Knowledge Distillation (KD) has emerged as a promising approach for transferring knowledge from a larger, more complex teacher model to a smaller student model. Traditionally, KD involves training the student to mimic the teacher's output probabilities, while more advanced techniques have explored guiding the student to adopt the teacher's internal representations. Despite its widespread success, the performance of KD in binary classification and few-class problems has been less satisfactory. This is because the information about the teacher model's generalization patterns scales directly with the number of classes. Moreover, several sophisticated distillation methods may not be universally applicable or effective for data types beyond Computer Vision. Consequently, effective distillation techniques remain elusive for a range of key real-world applications, such as sentiment analysis, search query understanding, and advertisement-query relevance assessment. Taking these observations into account, we introduce a novel method for distilling knowledge from the teacher's model representations, which we term Learning Embedding Linear Projections (LELP). Inspired by recent findings about the structure of final-layer representations, LELP works by identifying informative linear subspaces in the teacher's embedding space, and splitting them into pseudo-subclasses. The student model is then trained to replicate these pseudo-classes. Our experimental evaluation on large-scale NLP benchmarks like Amazon Reviews and Sentiment140 demonstrate the LELP is consistently competitive with, and typically superior to, existing state-of-the-art distillation algorithms for binary and few-class problems, where most KD methods suffer.
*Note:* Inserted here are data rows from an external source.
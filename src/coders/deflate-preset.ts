import { PromiseError } from '../errors/errors.ts';
import type { SymbolChunk } from '../symbols/sequence.ts';
import type { CoderEntry, Declaration, Setup, Tables, Trainer } from './contract.ts';
import { deflateLevel } from './deflate.ts';
import { referenceCoder, referenceTraits } from './reference.ts';
import { deflateMethod } from './reference-library.ts';
import { bytesPerSymbol, symbolsToBytes } from './reference-symbols.ts';

/** Deflate cannot refer further back than this, in bytes. */
const WINDOW_BYTES = 2 ** 15;

/** Bytes that both ends hold before a message begins; a repeat of the last ones costs least. */
export interface PresetTables extends Tables {
  readonly coder: 'deflate-preset';
  readonly dictionary: Uint8Array;
}

const declaration: Declaration = {
  ...referenceTraits,
  name: 'deflate-preset',
  summary:
    'Deflate that may repeat pieces of a dictionary held at both ends: the last 32 KiB of the train split.',
  parameters: [deflateLevel],
  policies: ['shipped'],
  worstCase: 'n bytes, 5 for each block of about 16 KiB, and up to 2 more',
  memory:
    'the dictionary, up to 32 KiB, at both ends; the whole message; about 260 KiB to encode, 40 KiB to decode',
  source:
    'Deutsch 1996, RFC 1951; zlib’s preset dictionary (Deutsch and Gailly 1996, RFC 1950 §2.2)',
};

/** Keeps the last 32 KiB of what is pushed: the train split runs in time, so the newest messages are the likeliest. */
function dictionaryTrainer(setup: Setup): Trainer {
  const width = bytesPerSymbol(setup.alphabetSize);
  let kept = new Uint8Array(0);
  return {
    push(chunk: SymbolChunk) {
      const { symbols } = chunk;
      const from = Math.max(0, symbols.length - WINDOW_BYTES / width);
      const latest = symbolsToBytes(symbols, from, symbols.length, width);
      const before = kept.subarray(Math.max(0, kept.length + latest.length - WINDOW_BYTES));
      const joined = new Uint8Array(before.length + latest.length);
      joined.set(before);
      joined.set(latest, before.length);
      kept = joined;
    },
    finish(): PresetTables {
      return { coder: 'deflate-preset', dictionary: kept };
    },
  };
}

function dictionaryOf(tables: Tables | undefined): Uint8Array {
  if (tables?.coder !== declaration.name) {
    throw new PromiseError('deflate-preset was not given its dictionary', {
      expected: 'tables of deflate-preset',
      got: tables === undefined ? 'none' : `tables of ${tables.coder}`,
    });
  }
  return (tables as PresetTables).dictionary;
}

/** A reference: what a dictionary shipped with the product buys short messages. */
export const deflatePreset: CoderEntry = {
  declaration,
  create: (values) => ({
    ...referenceCoder(declaration, (setup) =>
      deflateMethod({ level: Number(values['level']) }, dictionaryOf(setup.tables)),
    ),
    trainer: dictionaryTrainer,
    describeTables: (tables) => [
      `dictionary: ${dictionaryOf(tables).length} bytes, the newest of the train split last`,
    ],
  }),
};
翻译：知识蒸馏（KD）已成为将知识从更大、更复杂的教师模型迁移到较小学生模型的一种有前景的方法。传统上，KD涉及训练学生模型以模仿教师模型的输出概率，而更先进的技术则探索引导学生模型采用教师模型的内部表示。尽管取得了广泛成功，但KD在二分类和少类别问题中的表现仍不尽如人意。这是因为教师模型泛化模式的信息量与类别数量直接相关。此外，几种复杂的蒸馏方法可能无法普遍适用于计算机视觉以外的数据类型，或在此类数据上效果有限。因此，对于一系列关键的实际应用（如情感分析、搜索查询理解和广告-查询相关性评估），有效的蒸馏技术仍然难以实现。基于这些观察，我们提出了一种从教师模型表示中蒸馏知识的新方法，称为学习嵌入线性投影（LELP）。受最近关于最终层表示结构的研究启发，LELP通过识别教师嵌入空间中的信息性线性子空间，并将其划分为伪子类来工作。随后训练学生模型以复现这些伪类别。我们在Amazon Reviews和Sentiment140等大规模NLP基准上的实验评估表明，对于大多数KD方法效果不佳的二分类和少类别问题，LELP始终与现有最先进的蒸馏算法具有竞争力，且通常优于这些方法。